(RECORDS FOR THIS EXERCISE):
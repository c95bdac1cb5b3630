import type { OutcomesResult } from "@shared/schemas/outcomes";
import { Card } from "../../components/Card";
import { cx } from "../../lib/cx";
import { formatCount, pluralize } from "../../lib/format";

type WarningKey = keyof OutcomesResult["warnings"];

const WARNINGS: ReadonlyArray<{ key: WarningKey; title: string }> = [
  { key: "lastSeenBelowBoundary", title: "Last seen below the boundary" },
  { key: "singleInterval", title: "Known from a single stage" },
  { key: "missingRange", title: "Range missing" },
  { key: "invalidRange", title: "Range unusable" },
];

/** Data problems a careful analyst checks before trusting the counts, each with the number of taxa it touches. */
export function OutcomeWarnings({ warnings }: { warnings: OutcomesResult["warnings"] }) {
  const touched = WARNINGS.filter((w) => warnings[w.key].count > 0).length;
  return (
    <Card
      title="Check before relying on the counts"
      description={touched === 0 ? "None of these problems touches a taxon at this boundary." : `${pluralize(touched, "warning")} of four touch taxa at this boundary.`}
    >
      <ul className="-my-3 divide-y divide-stone-100">
        {WARNINGS.map(({ key, title }) => {
          const warning = warnings[key];
          const active = warning.count > 0;
          return (
            <li key={key} className="py-3" data-warning={key}>
              <div className="flex items-baseline justify-between gap-4">
                <p className={cx("font-semibold", active ? "text-caution-700" : "text-stone-500")}>{title}</p>
                <p className={cx("shrink-0 text-sm tabular-nums", active ? "font-semibold text-caution-700" : "text-stone-500")}>
                  {active ? `touches ${pluralize(warning.count, "taxon", "taxa")}` : "none"}
                </p>
              </div>
              <p className={cx("mt-1 text-sm", active ? "text-stone-700" : "text-stone-500")}>{warning.note}</p>
              {active && (
                <details className="mt-2 text-sm">
                  <summary className="cursor-pointer font-medium text-accent-700 hover:text-accent-900">
                    {warning.sample.length < warning.count ? `Show the first ${formatCount(warning.sample.length)} by name` : "Show them"}
                  </summary>
                  <p className="mt-1 text-stone-700">{warning.sample.join(", ")}</p>
                </details>
              )}
            </li>
          );
        })}
      </ul>
    </Card>
  );
}
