import { useId, type KeyboardEvent } from "react";
import type { BoundaryOutcomeName, OutcomesResult, OutcomeTaxon } from "@shared/schemas/outcomes";
import { Button } from "../../components/Button";
import { Card } from "../../components/Card";
import { ErrorState } from "../../components/ErrorState";
import { focusRing } from "../../components/focus";
import { cx } from "../../lib/cx";
import { LoadingState } from "../../components/LoadingState";
import { formatCount } from "../../lib/format";
import { useOutcomes, type OutcomesRequest } from "./api";
import { OutcomeBadge } from "./OutcomeBadge";
import { agesWriter, formatMa } from "../../components/timescale/ages";
import { GROUP_ORDER, OUTCOME_GROUP_LABEL, OUTCOME_LABEL } from "./words";
import { LIST_PAGE_SIZE } from "./screenQueries";


const FLAG_LABEL: Record<OutcomeTaxon["flags"][number], string> = {
  singleInterval: "single stage",
  lastSeenBelowBoundary: "last seen below the boundary",
  missingRange: "range missing",
  invalidRange: "range unusable",
};

export interface OutcomeListsProps {
  studyId: string;
  result: OutcomesResult;
  /** The boundary and window of `result`, to fetch further pages of one group. */
  request: OutcomesRequest;
  list: BoundaryOutcomeName;
  page: number;
  onList: (list: BoundaryOutcomeName, page: number) => void;
  canOverride: boolean;
  onSetOutcome: (taxon: OutcomeTaxon) => void;
  onRevoke: (taxon: OutcomeTaxon) => void;
}

/** Survivors, victims and taxa not at risk, one group at a time, with the action to set an outcome by hand. */
export function OutcomeLists({ studyId, result, request, list, page, onList, canOverride, onSetOutcome, onRevoke }: OutcomeListsProps) {
  const tabsId = useId();
  // The first page of each group came with the counts; later pages are fetched for one group.
  const laterPage = useOutcomes(studyId, page > 1 ? { ...request, group: list, page, pageSize: LIST_PAGE_SIZE } : null);
  const current = page > 1 ? laterPage.data?.lists[list] : result.lists[list];

  const moveFocus = (event: KeyboardEvent<HTMLButtonElement>, index: number) => {
    const step = event.key === "ArrowRight" ? 1 : event.key === "ArrowLeft" ? -1 : 0;
    if (!step) return;
    event.preventDefault();
    const next = GROUP_ORDER[(index + step + GROUP_ORDER.length) % GROUP_ORDER.length];
    onList(next, 1);
    document.getElementById(`${tabsId}-tab-${next}`)?.focus();
  };

  return (
    <Card title="Taxa in each group" description="Sorted by name. Ages as coded in the trait table.">
      <div role="tablist" aria-label="Outcome groups" className="-mt-1 flex flex-wrap gap-1 border-b border-stone-200">
        {GROUP_ORDER.map((group, index) => {
          const selected = group === list;
          return (
            <button
              key={group}
              id={`${tabsId}-tab-${group}`}
              type="button"
              role="tab"
              aria-selected={selected}
              aria-controls={`${tabsId}-panel`}
              tabIndex={selected ? 0 : -1}
              onClick={() => onList(group, 1)}
              onKeyDown={(event) => moveFocus(event, index)}
              className={cx(
                "-mb-px rounded-t-md border-b-2 px-3 py-2 text-[15px] font-medium transition-colors",
                selected ? "border-accent-600 text-accent-900" : "border-transparent text-stone-600 hover:border-stone-300 hover:text-stone-900",
                focusRing,
              )}
            >
              {OUTCOME_GROUP_LABEL[group]} <span className="tabular-nums text-stone-500">({formatCount(result.counts[group])})</span>
            </button>
          );
        })}
      </div>

      <div id={`${tabsId}-panel`} role="tabpanel" aria-labelledby={`${tabsId}-tab-${list}`} className="pt-4">
        {page > 1 && !current && !laterPage.isError && <LoadingState label={`Loading page ${page}`} lines={4} />}
        {page > 1 && laterPage.isError && <ErrorState error={laterPage.error} title="This page could not be loaded" onRetry={() => void laterPage.refetch()} />}
        {current && current.total === 0 && (
          <p className="rounded-lg border border-dashed border-stone-300 px-4 py-6 text-center text-[15px] text-stone-500">
            {list === "survivor" && "No taxon’s range crosses this boundary."}
            {list === "victim" && "No taxon was last seen in the window below this boundary."}
            {list === "excluded" && "Every taxon is at risk at this boundary."}
          </p>
        )}
        {current && current.total > 0 && current.items.length === 0 && (
          <p className="rounded-lg border border-dashed border-stone-300 px-4 py-6 text-center text-[15px] text-stone-600">
            This page is past the end of the list.{" "}
            <Button variant="secondary" size="sm" className="ml-2" onClick={() => onList(list, 1)}>
              Back to the first page
            </Button>
          </p>
        )}
        {current && current.items.length > 0 && (
          <>
            <TaxonTable items={current.items} canOverride={canOverride} onSetOutcome={onSetOutcome} onRevoke={onRevoke} />
            <Pager total={current.total} page={page} pageSize={LIST_PAGE_SIZE} onPage={(p) => onList(list, p)} />
          </>
        )}
      </div>
    </Card>
  );
}

function TaxonTable({
  items,
  canOverride,
  onSetOutcome,
  onRevoke,
}: {
  items: OutcomeTaxon[];
  canOverride: boolean;
  onSetOutcome: (taxon: OutcomeTaxon) => void;
  onRevoke: (taxon: OutcomeTaxon) => void;
}) {
  // The age columns write every age of the page alike: "94.00" beside "94.41", not "94".
  const ages = agesWriter(items.flatMap((t) => [t.fad, t.lad]));
  return (
    <div className="-mx-5 overflow-x-auto sm:-mx-6">
      <table className="w-full min-w-[40rem] text-left text-[15px]">
        <thead className="border-b border-stone-200 text-sm text-stone-500">
          <tr>
            <th scope="col" className="py-2 pr-3 pl-5 font-medium sm:pl-6">
              Taxon
            </th>
            <th scope="col" className="px-3 py-2 text-right font-medium">
              First (Ma)
            </th>
            <th scope="col" className="px-3 py-2 text-right font-medium">
              Last (Ma)
            </th>
            <th scope="col" className="px-3 py-2 font-medium">
              Outcome
            </th>
            {canOverride && (
              <th scope="col" className="py-2 pr-5 pl-3 font-medium sm:pr-6">
                <span className="sr-only">Actions</span>
              </th>
            )}
          </tr>
        </thead>
        <tbody className="divide-y divide-stone-100">
          {items.map((taxon) => (
            <tr key={taxon.taxonId} data-taxon={taxon.name} className="align-top">
              <td className="py-2.5 pr-3 pl-5 sm:pl-6">
                <p className="font-medium text-stone-900 italic">{taxon.name}</p>
                {taxon.higherTaxon && <p className="text-sm text-stone-500">{taxon.higherTaxon}</p>}
                {(taxon.flags.length > 0 || taxon.rangeProblem) && (
                  <p className="mt-1 flex flex-wrap gap-1.5">
                    {taxon.flags.map((flag) => (
                      <span key={flag} className="rounded bg-caution-50 px-1.5 py-0.5 text-xs font-medium text-caution-700 ring-1 ring-caution-200">
                        {FLAG_LABEL[flag]}
                      </span>
                    ))}
                  </p>
                )}
                {taxon.rangeProblem && <p className="mt-1 text-sm text-caution-700">{taxon.rangeProblem}</p>}
              </td>
              <td className="px-3 py-2.5 text-right tabular-nums">{taxon.fad === null ? <span className="text-stone-500">—</span> : ages.number(taxon.fad)}</td>
              <td className="px-3 py-2.5 text-right tabular-nums">{taxon.lad === null ? <span className="text-stone-500">—</span> : ages.number(taxon.lad)}</td>
              <td className="px-3 py-2.5">
                <OutcomeBadge outcome={taxon.outcome} />
                {taxon.override && (
                  <div className="mt-1 max-w-xs text-sm text-stone-600">
                    <p>
                      <span className="font-medium text-stone-800">Set by hand</span>{" "}
                      {taxon.override.boundaryMa === null ? "for every boundary" : `for ${formatMa(taxon.override.boundaryMa)}`}; from the range:{" "}
                      {OUTCOME_LABEL[taxon.computedOutcome].toLowerCase()}.
                    </p>
                    <p className="mt-0.5 break-words text-stone-500 italic">“{taxon.override.reason}”</p>
                  </div>
                )}
              </td>
              {canOverride && (
                <td className="py-2.5 pr-5 pl-3 sm:pr-6">
                  <div className="flex flex-col items-end gap-1">
                    <Button variant="secondary" size="sm" onClick={() => onSetOutcome(taxon)} aria-label={`Set outcome of ${taxon.name}`}>
                      Set outcome…
                    </Button>
                    {taxon.override && (
                      <Button
                        variant="ghost"
                        size="sm"
                        onClick={() => onRevoke(taxon)}
                        aria-label={`Revoke the outcome set by hand for ${taxon.name}`}
                      >
                        Revoke…
                      </Button>
                    )}
                  </div>
                </td>
              )}
            </tr>
          ))}
        </tbody>
      </table>
    </div>
  );
}

function Pager({ total, page, pageSize, onPage }: { total: number; page: number; pageSize: number; onPage: (page: number) => void }) {
  const pages = Math.max(1, Math.ceil(total / pageSize));
  if (pages === 1) return null;
  const first = (page - 1) * pageSize + 1;
  const last = Math.min(total, page * pageSize);
  return (
    <nav aria-label="Pages of this group" className="mt-4 flex items-center justify-between gap-3 text-sm text-stone-600">
      <p className="tabular-nums">
        {formatCount(first)}–{formatCount(last)} of {formatCount(total)}
      </p>
      <div className="flex gap-2">
        <Button variant="secondary" size="sm" disabled={page <= 1} onClick={() => onPage(page - 1)}>
          Previous
        </Button>
        <Button variant="secondary" size="sm" disabled={page >= pages} onClick={() => onPage(page + 1)}>
          Next
        </Button>
      </div>
    </nav>
  );
}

(ASSIGNMENT):
Say how many lines above contain "counts", and give no words besides the number.

(YOUR SOLUTION):
4